**What you have to do:** Find the string "self" in the data, and copy out each line that has it.

Data provided Start Marker

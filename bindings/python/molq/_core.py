"""Pythonic classes over the molq C API (internal module; import ``molq``).

Units everywhere: T in K, p in Pa, energies in J/mol, entropies and heat
capacities in J/(mol K), their T-derivatives in J/(mol K^2); molar mass in
g/mol on the Python side (kg/mol in the C library); spectroscopic inputs
(rotational constants, vibrational wavenumbers, electronic level energies)
in cm^-1.
"""

import array
import collections.abc
import ctypes
import difflib
import json
import math
import numbers
import operator
import os
import sys
import threading
import weakref

from . import _lib

_L = _lib.lib

#: Standard-state pressure of the published tables, Pa.
P_STANDARD = 1.0e5
#: Reference temperature of the enthalpy scale, K.
T_REF = 298.15

# Symbolic names of molq_status values (molq.h).  Values never change.
STATUS_NAMES = {
    0: "MOLQ_OK",
    1: "MOLQ_EARG",
    2: "MOLQ_ENOMEM",
    3: "MOLQ_EIO",
    4: "MOLQ_ESYNTAX",
    5: "MOLQ_EKEY",
    6: "MOLQ_ETYPE",
    7: "MOLQ_EVALUE",
    8: "MOLQ_EDUPLICATE",
    9: "MOLQ_ENOTFOUND",
    10: "MOLQ_EDOMAIN",
    11: "MOLQ_ERANGE",
    12: "MOLQ_ELIMIT",
}
# Status codes as module constants: molq.EDOMAIN == 10, ...
(OK, EARG, ENOMEM, EIO, ESYNTAX, EKEY, ETYPE, EVALUE, EDUPLICATE, ENOTFOUND,
 EDOMAIN, ERANGE, ELIMIT) = range(13)

_MOLQ_LNQ, _MOLQ_U, _MOLQ_CV, _MOLQ_S = 0, 4, 2, 5

_STRUCTURES = {"atom": 0, "linear": 1, "nonlinear": 2}
_ROTORS = {"corrected": 0, "classical": 1}
_INT_CLAMP = 1000000000

# The library's models (molq_model) by the names species files use.  A new
# model needs one entry here and nothing else in the binding.
def _name_table(count, name_of):
    """{name: value} of a library enumeration, read from the library so a
    new value needs no change here."""
    table = {}
    for i in range(count()):
        name = name_of(i)
        if name is not None:
            table[name.decode("ascii")] = i
    return table


# "rrho" (rigid rotor, harmonic vibrations, electronic levels), "levels"
_MODELS = _name_table(_L.molq_model_count, _L.molq_model_name)
_MODEL_BY_ID = {v: k for k, v in _MODELS.items()}

# Named spectroscopic constants of a diatomic state as Dunham coefficients
# Y_kl: name -> (k, l, sign), as in molq.h (molq_spec_set_dunham) and the
# species-file reader.
_NAMED_CONSTANTS = {
    "we": (1, 0, 1.0), "wexe": (2, 0, -1.0), "weye": (3, 0, 1.0),
    "weze": (4, 0, 1.0), "Be": (0, 1, 1.0), "alpha_e": (1, 1, -1.0),
    "gamma_e": (2, 1, 1.0), "De": (0, 2, -1.0), "beta_e": (1, 2, -1.0),
    "He": (0, 3, 1.0),
}
_STATE_KEYS = ("label", "Te", "degeneracy", "rotational_weights",
               "dunham", "spin_orbit", "re") + tuple(_NAMED_CONSTANTS)
_DUNHAM_ROWS, _DUNHAM_COLS = 6, 4  # powers of (v + 1/2), of J(J+1)


class MolqError(Exception):
    """An error reported by the molq C library.

    Attributes:
        status (int): the library's status code (see ``molq.STATUS_NAMES``;
            e.g. ``molq.EVALUE == 7``, ``molq.EDOMAIN == 10``).
        status_name (str): its symbolic name, e.g. ``"MOLQ_EVALUE"``.
        description (str): the library's description of the status code.
        message (str): the library's message, naming the species and field
            where it can ("species 'X': field 'symmetry_number': ...").
    """

    def __init__(self, status, message):
        self.status = int(status)
        self.status_name = STATUS_NAMES.get(self.status,
                                            "MOLQ_STATUS_%d" % self.status)
        self.description = status_string(self.status)
        self.message = message
        super().__init__(message)

    def __str__(self):
        return "%s [%s]" % (self.message, self.status_name)

    def __reduce__(self):
        return (type(self), (self.status, self.message))


def status_string(status):
    """The library's English description of a status code."""
    text = _L.molq_status_string(int(status))
    return text.decode("utf-8", "replace") if text else "unknown status"


def _decode(raw):
    return raw.decode("utf-8", "replace") if raw is not None else ""


def _fail(status, buf, fallback):
    """Raise MolqError for a non-zero status; message from the caller-owned
    buffer when the library filled it, else from `fallback`."""
    msg = buf.value.decode("utf-8", "replace") if buf is not None else ""
    if not msg:
        msg = "%s: %s" % (fallback, status_string(status))
    raise MolqError(status, msg)


def _encode_name(text, what):
    """A lookup key as the C string the library compares, or None when no
    name or formula can equal it: a key holding a NUL (ctypes would pass
    only the text before it, so "C\\0O2" would find "C") or a str that is
    not encodable as UTF-8 (a lone surrogate; names are UTF-8)."""
    if isinstance(text, bytes):
        raw = text
    elif not isinstance(text, str):
        raise TypeError("%s must be a str, not %s" % (what,
                                                      type(text).__name__))
    else:
        try:
            raw = text.encode("utf-8")
        except UnicodeEncodeError:
            return None
    return None if b"\0" in raw else raw


# ---------------------------------------------------------------------------
# Properties
# ---------------------------------------------------------------------------

_PROPS = _name_table(_L.molq_property_count, _L.molq_property_name)


# Properties molq_eval_per_mass returns unchanged (molq.h): ln q and
# d(g/RT)/dT are not per-mole quantities.
_UNSCALED = frozenset(_PROPS[n] for n in ("lnq", "dgRT_dT") if n in _PROPS)


def property_names():
    """Names of the properties this library computes, in the library's order
    ("lnq", "cp", "cv", "h", ..., "h_minus_h298", "gef", ...)."""
    return list(_PROPS)


def property_unit(name):
    """SI unit of a property per mole, e.g. ``"J/(mol K)"`` for ``"cp"``
    (``"1"`` for dimensionless).  Unknown names raise ValueError."""
    return _decode(_L.molq_property_unit(_prop_id(name)))


def _lookup(table, name, what, plural):
    """Value of `name` in a name table; ValueError naming the known ones."""
    try:
        return table[name]
    except (KeyError, TypeError):
        pass
    raise ValueError("unknown %s %r; known %s: %s"
                     % (what, name, plural, ", ".join(table)))


def _prop_id(name):
    return _lookup(_PROPS, name, "property", "properties")


def model_names():
    """Names of the models this binding knows, in the library's order
    (``["rrho", "levels"]``): ``"rrho"`` rigid rotor, harmonic vibrations
    and an electronic level list; ``"levels"`` explicit level sums: the
    bound ro-vibrational levels of each electronic state of a diatomic,
    hindered internal rotors of a polyatomic."""
    return list(_MODELS)


def _model_id(name):
    return _lookup(_MODELS, name, "model", "models")


def version():
    """Version string of the loaded C library, e.g. ``"0.1.0"``."""
    return _lib.VERSION_STRING


def library_path():
    """File name the C library was loaded from."""
    return _lib.LIBRARY_PATH


# ---------------------------------------------------------------------------
# Argument shapes: scalar, sequence, numpy array
# ---------------------------------------------------------------------------
#
# T and p are each a number, a sequence or iterable of numbers (list, tuple,
# range, generator, array.array, memoryview, ...) or a numpy array.  numpy is
# never imported here: an ndarray can only exist once its user imported
# numpy, so sys.modules tells.  Sequences are converted to array('d') (one C
# loop), numpy arrays to C-contiguous float64; the library's batch call then
# runs over the whole buffer.

def _numpy_array_type():
    np = sys.modules.get("numpy")   # an ndarray implies numpy is imported
    return getattr(np, "ndarray", None)


def _is_scalar(x):
    if isinstance(x, (int, float)):
        return True
    if isinstance(x, (str, bytes, bytearray)):
        return False
    if isinstance(x, numbers.Real):
        return True
    return hasattr(x, "__float__") and not hasattr(x, "__iter__")


def _describe(x):
    return "None" if x is None else type(x).__name__


def _shape_error(what, unit, x):
    return TypeError("%s must be a number or a sequence of numbers (%s), "
                     "got %s" % (what, unit, _describe(x)))


def _values(x, what, unit):
    """Classify an argument: ("scalar", float), ("numpy", C-contiguous
    float64 ndarray) or ("seq", array('d')).  TypeError names the argument
    (and the element) that is not a number."""
    if _is_scalar(x):
        try:
            return "scalar", float(x)
        except (TypeError, ValueError, OverflowError):
            raise _shape_error(what, unit, x) from None
    ndarray = _numpy_array_type()
    if ndarray is not None and isinstance(x, ndarray):
        np = sys.modules["numpy"]
        try:
            return "numpy", np.ascontiguousarray(x, dtype=np.float64)
        except (TypeError, ValueError):
            raise TypeError("%s must be a numpy array of numbers (%s), got "
                            "dtype %s" % (what, unit, x.dtype)) from None
    if x is None or isinstance(x, (str, bytes, bytearray,
                                   collections.abc.Mapping)):
        raise _shape_error(what, unit, x)
    if not isinstance(x, (collections.abc.Sequence, array.array,
                          memoryview)):
        try:
            x = list(x)              # iterators: read them once
        except TypeError:
            raise _shape_error(what, unit, x) from None
    try:
        return "seq", array.array("d", x)
    except (TypeError, ValueError, OverflowError, NotImplementedError):
        pass
    # Name the first element that is not a number.
    vals = array.array("d")
    for i, v in enumerate(x):
        if not _is_scalar(v):
            raise TypeError("%s[%d] must be a number (%s), got %s"
                            % (what, i, unit, _describe(v)))
        try:
            vals.append(float(v))
        except (TypeError, ValueError, OverflowError):
            raise TypeError("%s[%d] must be a number (%s), got %r"
                            % (what, i, unit, v)) from None
    return "seq", vals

Data provided End Marker

**Response for this exercise:**
    def __init__(self, status, message):
        self.status = int(status)
        self.status_name = STATUS_NAMES.get(self.status,
                                            "MOLQ_STATUS_%d" % self.status)
        self.description = status_string(self.status)
        self.message = message
    def __str__(self):
        return "%s [%s]" % (self.message, self.status_name)
    def __reduce__(self):
        return (type(self), (self.status, self.message))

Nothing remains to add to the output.